There are innumerable situations on the railroads of this country where in freight stations, passenger stations and countless other facilities a particular type of work is performed on certain days of the week by a given force of employes but, because of the nature of the operation, the volume of service and other pertinent factors of this kind, can be performed on other days of the week by a lesser number of employes. The Award of the majority in this present case would apparently hold that if it takes one hundred employes to perform a certain type of work on five days of the week and any of that work remains to be performed on one or the other two days in the week, the Carrier cannot use less than one hundred employes to do it. This is patently ridiculous and entirely contrary to the whole theory of the 40-Hour Week Agreement. That Agreement contemplates that the Carriers would be able to use a lesser number of employes on two days of the week than might be necessary on the other five. As pointed out in this docket, the representatives of the Organizations themselves in the hearings before the Emergency Board clearly and unequivocally stated that they expected the Carriers to do this very thing and that this would provide one of the devices whereby the Carriers could reduce the cost of the imposition of a 40-Hour Week. To hold that the Carrier must, in effect, use the same number of employes on each day where it has established 6 or 7 day service requires the Carrier to use a greater number of employes than are necessary to perform the work and promotes featherbedding in its worst form.

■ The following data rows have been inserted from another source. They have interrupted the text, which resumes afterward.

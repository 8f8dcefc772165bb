import {describe, expect, it} from 'vitest';
import {listDesignations, nearestDesignations, parseThread} from '../../../src/core/threads/index.js';
import type {ThreadSpec} from '../../../src/core/types.js';

function ok(text: string): ThreadSpec {
  const p = parseThread(text);
  if (!p.ok) throw new Error(`${text}: ${p.error}`);
  return p.value;
}

function err(text: string): {error: string; suggestions?: string[]} {
  const p = parseThread(text);
  if (p.ok) throw new Error(`${text} parsed as ${p.value.designation}`);
  return p;
}

describe('ISO metric designations', () => {
  it('M10 takes the coarse pitch 1.5 mm (ISO 261/262) and the default 6H/6g', () => {
    const s = ok('M10');
    expect(s).toMatchObject({family: 'metric', nominal: 10, pitch: 1.5, series: 'coarse', isStandardPitch: true});
    expect(s).toMatchObject({toleranceExternal: '6g', toleranceInternal: '6H', toleranceDefaulted: true, starts: 1, lead: 1.5});
    expect(s.designation).toBe('M10x1.5-6H/6g');
    expect(s.sizeLabel).toBe('M10');
  });

  it('coarse pitches of ISO 262 for M3 to M36', () => {
    // ISO 262:1998 Table 1 (selected sizes), coarse pitch column
    const coarse: Array<[string, number]> = [
      ['M3', 0.5], ['M4', 0.7], ['M5', 0.8], ['M6', 1], ['M8', 1.25], ['M10', 1.5], ['M12', 1.75],
      ['M14', 2], ['M16', 2], ['M20', 2.5], ['M24', 3], ['M30', 3.5], ['M36', 4],
    ];
    for (const [t, p] of coarse) expect(ok(t).pitch).toBe(p);
  });

  it('fine pitch M10x1.25 is a standard fine thread (ISO 262)', () => {
    expect(ok('M10x1.25')).toMatchObject({pitch: 1.25, series: 'fine', isStandardPitch: true});
  });

  it('external, internal and paired classes', () => {
    expect(ok('M10x1.5-6g')).toMatchObject({toleranceExternal: '6g', toleranceInternal: '6H', toleranceDefaulted: true});
    expect(ok('M10x1.5-6H')).toMatchObject({toleranceExternal: '6g', toleranceInternal: '6H', toleranceDefaulted: true});
    expect(ok('M10x1.5-6H/6g')).toMatchObject({toleranceExternal: '6g', toleranceInternal: '6H', toleranceDefaulted: false});
    expect(ok('M8-5H/4g6g')).toMatchObject({pitch: 1.25, toleranceExternal: '4g6g', toleranceInternal: '5H'});
    expect(ok('M12x1.5-6e').toleranceExternal).toBe('6e');
    expect(ok('M12x1.5-6G').toleranceInternal).toBe('6G');
    expect(ok('M12x1.5-4h').toleranceExternal).toBe('4h');
  });

  it('case, spaces and × are tolerated; the pair position decides internal/external', () => {
    expect(ok('m10 × 1.5 - 6h/6g').designation).toBe('M10x1.5-6H/6g');
    expect(ok('  M 10 X 1.25 ').designation).toBe('M10x1.25-6H/6g');
    expect(ok('M10X1.5-6H/6G').toleranceExternal).toBe('6g');
    expect(ok('M10x1.5-6g/6H')).toMatchObject({toleranceExternal: '6g', toleranceInternal: '6H'});
    expect(ok('M10x1.5-6e/6G')).toMatchObject({toleranceExternal: '6e', toleranceInternal: '6G'});
    expect(ok('M10x1,5').pitch).toBe(1.5);
    expect(ok('M10 x 1.5 6H / 6g').designation).toBe('M10x1.5-6H/6g');
  });

  it('a pitch outside the series is a special thread', () => {
    const s = ok('M10x1.3');
    expect(s).toMatchObject({isStandardPitch: false, series: 'special', pitch: 1.3});
    const t = ok('M7.5x1');
    expect(t.isStandardPitch).toBe(false);
  });

  it('errors name the field and the accepted values', () => {
    expect(err('M10x1.5-6q').error).toMatch(/position "q".*accepted: e, f, g, h/);
    expect(err('M10x1.5-9g').error).toMatch(/grade 9.*4 to 8/);
    expect(err('M10x1.5-5g').error).toMatch(/grades 4, 6 and 8.*5g6g/);
    expect(err('M10x1.5-5g6h').error).toMatch(/same letter/);
    expect(err('M10x').error).toMatch(/pitch after "x" is missing/);
    expect(err('M7.5').error).toMatch(/no coarse pitch.*give the pitch/);
    expect(err('M0.5').error).toMatch(/diameter 0.5 mm is out of range; accepted: 1 to 355 mm/);
    expect(err('M10x9').error).toMatch(/pitch 9 mm is out of range/);
    const len = err('M10x1.5x30');
    expect(len.error).toMatch(/length is not part of it/);
    expect(len.suggestions).toEqual(['M10x1.5']);
    expect(err('M10x1.5-6H/6g/6e').error).toMatch(/tolerance class missing or malformed/);
    expect(err('M10x1.5-6H/6q').error).toMatch(/external class \(second of the pair\)/);
    expect(err('M10x1.5-6e/6g').error).toMatch(/internal class \(first of the pair\).*accepted: G, H/);
  });

  it('a bad class suggests the designation with valid classes', () => {
    expect(err('M10x1.5-6q').suggestions).toContain('M10x1.5-6H/6g');
  });
});

describe('unified designations', () => {
  it('1/4-20 UNC-2A: D 0.25 in, 20 tpi, default internal 2B', () => {
    const s = ok('1/4-20 UNC-2A');
    expect(s).toMatchObject({family: 'unified', sizeLabel: '1/4', tpi: 20, series: 'UNC', toleranceExternal: '2A', toleranceInternal: '2B'});
    expect(s.nominal).toBeCloseTo(6.35, 10);
    expect(s.pitch).toBeCloseTo(1.27, 10);
    expect(s.designation).toBe('1/4-20 UNC-2A/2B');
  });

  it('#10-32 UNF-3B: numbered size D = 0.060 + 0.013N in (ASME B1.1), mate 3A', () => {
    const s = ok('#10-32 UNF-3B');
    expect(s.nominal).toBeCloseTo(0.19 * 25.4, 10);
    expect(s).toMatchObject({series: 'UNF', toleranceInternal: '3B', toleranceExternal: '3A', toleranceDefaulted: true});
  });

  it('pairs, no class, decimal sizes and UNEF', () => {
    expect(ok('1/2-13 UNC-2A/2B')).toMatchObject({toleranceExternal: '2A', toleranceInternal: '2B', toleranceDefaulted: false});
    expect(ok('1/2-13 UNC-2B/2A').toleranceDefaulted).toBe(false);
    expect(ok('5/16-24 UNF')).toMatchObject({series: 'UNF', toleranceExternal: '2A', toleranceInternal: '2B', toleranceDefaulted: true});
    expect(ok('0.250-28 UNF')).toMatchObject({sizeLabel: '1/4', tpi: 28, series: 'UNF'});
    expect(ok('1/4-32 UNEF')).toMatchObject({series: 'UNEF', isStandardPitch: true});
    expect(ok('1-1/2-6 UNC').nominal).toBeCloseTo(38.1, 10);
    expect(ok('1 1/2-6 unc-2a').designation).toBe('1-1/2-6 UNC-2A/2B');
    expect(ok('1-8 UNC').nominal).toBeCloseTo(25.4, 10);
    expect(ok('3/8-16').series).toBe('UNC');
  });

  it('a tpi outside the series is a UN special thread', () => {
    expect(ok('1/4-24 UN')).toMatchObject({series: 'UN', isStandardPitch: false});
    expect(ok('1/4-24')).toMatchObject({series: 'UN', isStandardPitch: false});
    expect(ok('9/32-32 UN').isStandardPitch).toBe(false);
  });

  it('errors name what is wrong and what is accepted', () => {
    const e = err('1/4-28 UNC');
    expect(e.error).toMatch(/1\/4 UNC has 20 threads per inch, not 28 \(1\/4-28 is UNF\)/);
    expect(e.suggestions?.[0]).toBe('1/4-20 UNC');
    expect(new Set(e.suggestions).size).toBe(e.suggestions?.length);
    expect(ok('no. 10-32unf-2b').designation).toBe('#10-32 UNF-2A/2B');
    expect(err('1/4-20 UNC-4A').error).toMatch(/accepted: 1A, 2A, 3A .*1B, 2B, 3B/);
    expect(err('1/4-20 UNC-2A/3A').error).toMatch(/two external classes/);
    expect(err('9/32-32 UNC').error).toMatch(/not a UNC size/);
    expect(err('1/4-200 UNC').error).toMatch(/threads per inch 200 out of range; accepted: 2 to 100/);
  });
});

describe('power-screw designations (ThreadSpec only)', () => {
  it('Tr24x5: single start, pitch 5 mm', () => {
    expect(ok('Tr24x5')).toMatchObject({family: 'trapezoidal', nominal: 24, pitch: 5, lead: 5, starts: 1, isStandardPitch: true});
  });

  it('Tr40x14(P7): lead 14, pitch 7, 2 starts', () => {
    const s = ok('tr 40 × 14 (p7)');
    expect(s).toMatchObject({family: 'trapezoidal', nominal: 40, pitch: 7, lead: 14, starts: 2});
    expect(s.designation).toBe('Tr40x14(P7)-7H/7e');
  });

  it('1-5 ACME-2G: 1 in, 5 tpi, class 2G', () => {
    const s = ok('1-5 ACME-2G');
    expect(s).toMatchObject({family: 'acme', tpi: 5, starts: 1, toleranceExternal: '2G', toleranceInternal: '2G'});
    expect(s.nominal).toBeCloseTo(25.4, 10);
    expect(s.pitch).toBeCloseTo(5.08, 10);
    expect(ok('1-5 acme').toleranceDefaulted).toBe(true);
    expect(ok('1.5-0.25P-0.5L-ACME-2G')).toMatchObject({starts: 2});
  });

  it('square 32x4', () => {
    expect(ok('square 32x4')).toMatchObject({family: 'square', nominal: 32, pitch: 4, starts: 1});
    expect(ok('Sq 32 x 8 (P4)')).toMatchObject({lead: 8, pitch: 4, starts: 2});
  });

  it('power-screw errors', () => {
    expect(err('Tr40x15(P7)').error).toMatch(/not a whole multiple of the pitch/);
    expect(err('Tr24x5-7q').error).toMatch(/class "7q" is not accepted/);
    expect(err('1-5 ACME-9Z').error).toMatch(/accepted: 2G/);
    expect(err('square 32').error).toMatch(/square <diameter>x<pitch>/);
  });
});

describe('unrecognised text, lists and suggestions', () => {
  it('empty and unknown text name the accepted forms', () => {
    expect(err('').error).toMatch(/empty; accepted forms: M10/);
    expect(err('bolt').error).toMatch(/not recognised; accepted forms/);
  });

  it('listDesignations gives standard designations per family', () => {
    const m = listDesignations('metric');
    expect(m).toContain('M10');
    expect(m).toContain('M10x1.25');
    const u = listDesignations('unified');
    expect(u).toContain('1/4-20 UNC');
    expect(u).toContain('#10-32 UNF');
    expect(listDesignations('trapezoidal')).toContain('Tr24x5');
    expect(listDesignations('acme')).toContain('1-5 ACME');
    expect(listDesignations().length).toBe(m.length + u.length + listDesignations('trapezoidal').length + listDesignations('acme').length);
    // every listed designation parses as a standard one
    for (const d of listDesignations()) expect(ok(d).isStandardPitch).toBe(true);
  });

  it('nearestDesignations suggests close valid designations', () => {
    expect(nearestDesignations('M10x1.6', 3)).toContain('M10x1.5');
    expect(nearestDesignations('1/4-21 UNC', 2)).toContain('1/4-20 UNC');
    expect(nearestDesignations('Tr24x6', 3)).toContain('Tr24x5');
    expect(nearestDesignations('', 3)).toEqual([]);
    expect(err('M10x1.5x').suggestions?.length).toBeGreaterThan(0);
  });
});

In reaching such a conclusion the majority either ignored or rejected extensive and undisputed evidence of the entirely contrary purpose of the 40-Hour Week Agreement. The Emergency Board, in recommending the five-day week to the parties, said,
The Contract itself provides that in making the work assignments "the work weeks may be staggered in accordance with the carriers' operational requirements". The majority also ignored or rejected this.
In making this Award the majority of this Board has thus not only thwarted the intention of the parties themselves, but has substituted its judgment for that of the members of the Emergency and Arbitration Boards rendered after long and careful consideration of these problems.